Schließlich fuhr er geradeaus über einen Kreisverkehr, wodurch sein Pkw beschädigt
wurde und liegen blieb. Zu diesem Zeitpunkt wurde er bereits von einer
Polizeistreife mit eingeschaltetem Blaulicht verfolgt. Nachdem er einer Aufforderung
der Polizeibeamten zum Verlassen seines Fahrzeugs keine Folge
geleistet hatte, wurde er aus dem Fahrzeug gezogen und zur Durchführung
weiterer Durchsuchungsmaßnahmen an das Auto gelehnt. In der Folge wurde
der Angeklagte zunehmend aggressiver und musste deshalb gefesselt werden.

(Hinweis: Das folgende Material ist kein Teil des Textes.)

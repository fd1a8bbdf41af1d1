package org.nebulith.report.chart;

import java.util.Arrays;

/**
 * Places labels along one direction without overlap: each label wants a position; the result keeps
 * their order, keeps every pair at least a minimum gap apart, stays within the bounds and moves each
 * label as little as a simple pool-adjacent-violators pass allows (positions are the means of
 * blocks of labels that had to be pushed together).
 */
final class Spread {

    private Spread() {
    }

    /**
     * @param wanted wanted positions, in increasing order of the labels' anchors
     * @param gaps   gap required between label i and i+1 (length n - 1)
     * @param lo     lowest allowed position
     * @param hi     highest allowed position
     * @return the positions
     */
    static double[] apart(final double[] wanted, final double[] gaps, final double lo, final double hi) {
        int n = wanted.length;
        double[] offset = new double[n];
        for (int i = 1; i < n; i++) {
            offset[i] = offset[i - 1] + gaps[i - 1];
        }
        // positions p_i = q_i + offset_i with q non-decreasing: isotonic regression of wanted - offset
        double[] target = new double[n];
        for (int i = 0; i < n; i++) {
            target[i] = wanted[i] - offset[i];
        }
        double[] q = isotonic(target);
        double[] p = new double[n];
        for (int i = 0; i < n; i++) {
            p[i] = q[i] + offset[i];
        }
        if (n > 0) {
            double shiftUp = lo - p[0];
            double shiftDown = p[n - 1] - hi;
            if (shiftUp > 0) {
                for (int i = 0; i < n; i++) {
                    p[i] = Math.max(p[i], lo + offset[i]);
                }
            } else if (shiftDown > 0) {
                for (int i = 0; i < n; i++) {
                    p[i] = Math.min(p[i], hi - (offset[n - 1] - offset[i]));
                }
            }
        }
        return p;
    }

    private static double[] isotonic(final double[] t) {
        int n = t.length;
        double[] sum = new double[n];
        int[] count = new int[n];
        int blocks = 0;
        for (double v : t) {
            sum[blocks] = v;
            count[blocks] = 1;
            blocks++;
            while (blocks > 1 && sum[blocks - 2] / count[blocks - 2] > sum[blocks - 1] / count[blocks - 1]) {
                sum[blocks - 2] += sum[blocks - 1];
                count[blocks - 2] += count[blocks - 1];
                blocks--;
            }
        }
        double[] out = new double[n];
        int k = 0;
        for (int b = 0; b < blocks; b++) {
            Arrays.fill(out, k, k + count[b], sum[b] / count[b]);
            k += count[b];
        }
        return out;
    }
}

Danach unternahm er mehrere Kopfstöße in Richtung eines Polizeibeamten,
der diesen jedoch ausweichen konnte. Dabei beleidigte er den Beamten unter
anderem mit den Worten „Scheißbulle“ und „Hurensohn“. Nachdem er in den
Streifenwagen verbracht worden war, versuchte er erneut, den neben ihm sitzenden
Polizeibeamten mit Kopfstößen zu treffen; außerdem wiederholte er
ständig die bereits angeführten Beleidigungen.

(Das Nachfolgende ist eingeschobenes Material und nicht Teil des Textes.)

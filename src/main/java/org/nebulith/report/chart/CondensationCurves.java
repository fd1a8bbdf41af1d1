package org.nebulith.report.chart;

import java.awt.geom.Rectangle2D;
import java.util.List;

/**
 * Condensation curves: the fraction of each element condensed against temperature, the temperature
 * axis decreasing to the right (a gas cools from left to right). Each element has its colour, line
 * pattern and marker (markers every {@value #MARKER_SPACING_PT} pt along the rise), its 50 %
 * condensation temperature marked by a ring on the curve, and, where there is room, its symbol
 * written beside the curve; the legend sits outside the plot, the notes in the emptiest corner.
 *
 * @param temperatureK the temperature grid [K], any order
 * @param elements     one curve per element: fraction condensed in [0, 1] (1e-9 slack)
 * @param t50K         50 % condensation temperature per element [K], NaN where not reached
 * @param notes        lines written in a corner (pressure, mode), may be empty
 */
public record CondensationCurves(double[] temperatureK, List<Curve> elements, double[] t50K, List<String> notes) {

    private static final double SLACK = 1e-9;
    /** Distance between markers along a curve [pt]. */
    static final double MARKER_SPACING_PT = 30;
    private static final double[] LABEL_HEIGHTS = {0.5, 0.62, 0.38, 0.74, 0.26, 0.86, 0.14, 0.93, 0.07};

    public CondensationCurves {
        temperatureK = temperatureK.clone();
        elements = List.copyOf(elements);
        t50K = t50K.clone();
        notes = List.copyOf(notes);
        Curve.checkGrid(temperatureK, "condensation curves");
        if (t50K.length != elements.size()) {
            throw new IllegalArgumentException("condensation curves: " + t50K.length + " T50 values for "
                    + elements.size() + " elements");
        }
        for (Curve c : elements) {
            c.check(temperatureK.length, "condensation curves", false, -SLACK, 1 + SLACK);
        }
    }

    /**
     * @param size figure size
     * @return the chart
     */
    public Drawing chart(final ChartSize size) {
        Drawing d = Drawing.of(size);
        Legend legend = new Legend();
        for (int i = 0; i < elements.size(); i++) {
            legend.add(Legend.Entry.of(elements.get(i).label(), ChartStyle.series(i)));
        }
        legend.add(new Legend.Entry("T50", null, Marker.OPEN_CIRCLE, Palette.AXIS));
        Axis x = TemperatureAxis.of(temperatureK);
        Axis y = Axis.linear(0, 1, "Fraction of the element condensed").ticks(5);
        double left = ChartStyle.PAD + Panel.yAxisWidth(y);
        double right = size.widthPt() - ChartStyle.PAD - legend.columnWidth() - 6;
        Rectangle2D box = new Rectangle2D.Double(left, ChartStyle.PAD + 2, right - left,
                size.heightPt() - 2 * ChartStyle.PAD - 2 - Panel.xAxisHeight());
        Panel p = new Panel(d, box, x, y).frame(true, true);
        Placement free = new Placement(box);
        double[][][] device = new double[elements.size()][][];
        for (int i = 0; i < elements.size(); i++) {
            ChartStyle.Series s = ChartStyle.series(i);
            device[i] = p.line(TemperatureAxis.values(temperatureK), elements.get(i).values(), s.line());
            free.line(device[i]);
            p.markersAlong(rise(device[i], p), s.marker(), s.colour(), MARKER_SPACING_PT, 6 + 4.3 * i);
        }
        for (int i = 0; i < elements.size(); i++) {
            if (Double.isFinite(t50K[i]) && x.contains(t50K[i])) {
                p.markerAt(Marker.OPEN_CIRCLE, p.px(t50K[i]), p.py(0.5), ChartStyle.series(i).colour(), 5);
                free.take(ring(p.px(t50K[i]), p.py(0.5)));
            }
        }
        for (int i = 0; i < elements.size(); i++) {
            label(d, p, free, device[i], i);
        }
        if (!notes.isEmpty()) {
            p.cornerNote(notes, free);
        }
        legend.draw(d, right + 6, box.getMinY() + 2, 1, 0);
        return d;
    }

    private static Rectangle2D ring(final double x, final double y) {
        return new Rectangle2D.Double(x - 2.5, y - 2.5, 5, 5);
    }

    /** The part of a drawn curve strictly inside the box (markers are not put on the 0 and 1 floors). */
    private static double[][] rise(final double[][] dev, final Panel p) {
        double top = p.area().getMinY() + 1.5;
        double bottom = p.area().getMaxY() - 1.5;
        double[] x = dev[0].clone();
        double[] y = dev[1].clone();
        for (int i = 0; i < x.length; i++) {
            if (!(y[i] > top && y[i] < bottom)) {
                x[i] = Double.NaN;
                y[i] = Double.NaN;
            }
        }
        return new double[][] {x, y};
    }

    private void label(final Drawing d, final Panel p, final Placement free, final double[][] dev, final int i) {
        String text = elements.get(i).label();
        double w = Fonts.width(text, ChartStyle.NOTE_PT) + 1;
        double h = Fonts.capHeight(ChartStyle.NOTE_PT) + 1;
        for (double f : LABEL_HEIGHTS) {
            double yd = p.py(f);
            double xd = crossing(dev, yd);
            if (!Double.isFinite(xd)) {
                continue;
            }
            for (int side : new int[] {-1, 1}) {
                double x0 = side < 0 ? xd - 2 - w : xd + 2;
                Rectangle2D box = new Rectangle2D.Double(x0, yd - h / 2, w, h);
                if (free.free(box, -1)) {
                    free.take(box);
                    d.text(text, x0 + 0.5, yd + Fonts.capHeight(ChartStyle.NOTE_PT) / 2, ChartStyle.NOTE_PT,
                            Drawing.Align.LEFT, ChartStyle.series(i).colour().darker());
                    return;
                }
            }
        }
    }

    /** @return device x where the curve first reaches device height yd, scanning from the hot side */
    private static double crossing(final double[][] dev, final double yd) {
        double[] x = dev[0];
        double[] y = dev[1];
        for (int k = 1; k < x.length; k++) {
            if (Double.isFinite(y[k]) && Double.isFinite(y[k - 1]) && (y[k - 1] - yd) * (y[k] - yd) <= 0
                    && y[k] != y[k - 1]) {
                return x[k - 1] + (yd - y[k - 1]) / (y[k] - y[k - 1]) * (x[k] - x[k - 1]);
            }
        }
        return Double.NaN;
    }
}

Die sachverständig beratene Strafkammer hat angenommen, dass der
Angeklagte bei Tatbegehung aufgrund einer paranoiden Schizophrenie mit akuter
psychotischer Symptomatik sowie einer Alkohol- und Cannabisintoxikation
bei sekundärer Alkoholabhängigkeit und THC-Missbrauch schuldunfähig war.

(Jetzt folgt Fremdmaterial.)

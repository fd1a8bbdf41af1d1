package org.nebulith.report.chart;

import java.util.List;
import java.util.Objects;


/**
 * Core mass fraction from a planet's mass and radius (y) against the one predicted from its star
 * (x), with 16th-84th percentile bars and the 1:1 line.
 *
 * @param planets the planets
 */
public record CoreFractionComparison(List<Point> planets) {

    /**
     * @param label     planet name
     * @param predicted star-predicted median
     * @param predLow   its 16th percentile
     * @param predHigh  its 84th percentile
     * @param measured  median from mass and radius
     * @param measLow   16th percentile
     * @param measHigh  84th percentile
     */
    public record Point(String label, double predicted, double predLow, double predHigh, double measured,
                        double measLow, double measHigh) {
        public Point {
            Objects.requireNonNull(label);
        }
    }

    public CoreFractionComparison {
        planets = List.copyOf(planets);
        if (planets.isEmpty()) {
            throw new IllegalArgumentException("core fraction chart: no planets");
        }
    }

    /**
     * @param size figure size
     * @return the chart
     */
    public Drawing chart(final ChartSize size) {
        Drawing d = Drawing.of(size);
        Axis x = Axis.linear(0, 1, "Core mass fraction predicted from the star").ticks(5);
        Axis y = Axis.linear(0, 1, "Core mass fraction from mass and radius").ticks(5);
        Legend legend = new Legend().add(new Legend.Entry("planets", null, Marker.CIRCLE, Palette.colour(0)))
                .add(new Legend.Entry("1:1", new LineStyle(Palette.REFERENCE, 0.7, new float[] {3f, 2f}), null,
                        Palette.REFERENCE));
        double left = ChartStyle.PAD + Panel.yAxisWidth(y);
        double right = size.widthPt() - ChartStyle.PAD - legend.columnWidth() - 6;
        java.awt.geom.Rectangle2D box = new java.awt.geom.Rectangle2D.Double(left, ChartStyle.PAD + 2, right - left,
                size.heightPt() - 2 * ChartStyle.PAD - 2 - Panel.xAxisHeight());
        Panel p = new Panel(d, box, x, y).frame(true, true);
        p.line(new double[] {0, 1}, new double[] {0, 1}, new LineStyle(Palette.REFERENCE, 0.7, new float[] {3f, 2f}));
        for (Point pt : planets) {
            p.xErrorBar(pt.predLow(), pt.predHigh(), pt.measured(), Palette.colour(0));
            p.yErrorBar(pt.predicted(), pt.measLow(), pt.measHigh(), Palette.colour(0));
            p.point(Marker.CIRCLE, pt.predicted(), pt.measured(), Palette.colour(0));
            p.label(pt.label(), Math.min(0.9, pt.predicted()), pt.measured(), 4, -3, Drawing.Align.LEFT);
        }
        legend.draw(d, right + 6, box.getMinY() + 2, 1, 0);
        return d;
    }
}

2. Die Anordnung der Unterbringung in einem psychiatrischen Krankenhaus
gemäß § 63 StGB hat keinen Bestand, weil die Urteilsgründe nicht belegen,
dass zwischen der psychischen Erkrankung des Angeklagten und den Anlasstaten
ein symptomatischer Zusammenhang besteht
.

a) Die Unterbringung in einem psychiatrischen Krankenhaus nach § 63
StGB darf nur angeordnet werden, wenn zweifelsfrei feststeht, dass der Unterzubringende
bei Begehung der Anlasstat aufgrund eines psychischen Defekts
schuldunfähig oder vermindert schuldfähig war und die Tatbegehung auf diesem
Zustand beruht. Dazu ist eine konkrete Darlegung erforderlich
, in welcher
Weise sich die festgestellte psychische Störung bei Begehung der Tat auf die
Handlungsmöglichkeiten des Angeklagten in der konkreten Tatsituation und
damit auf die Einsichts- oder Steuerungsfähigkeit ausgewirkt hat (st. Rspr.; vgl.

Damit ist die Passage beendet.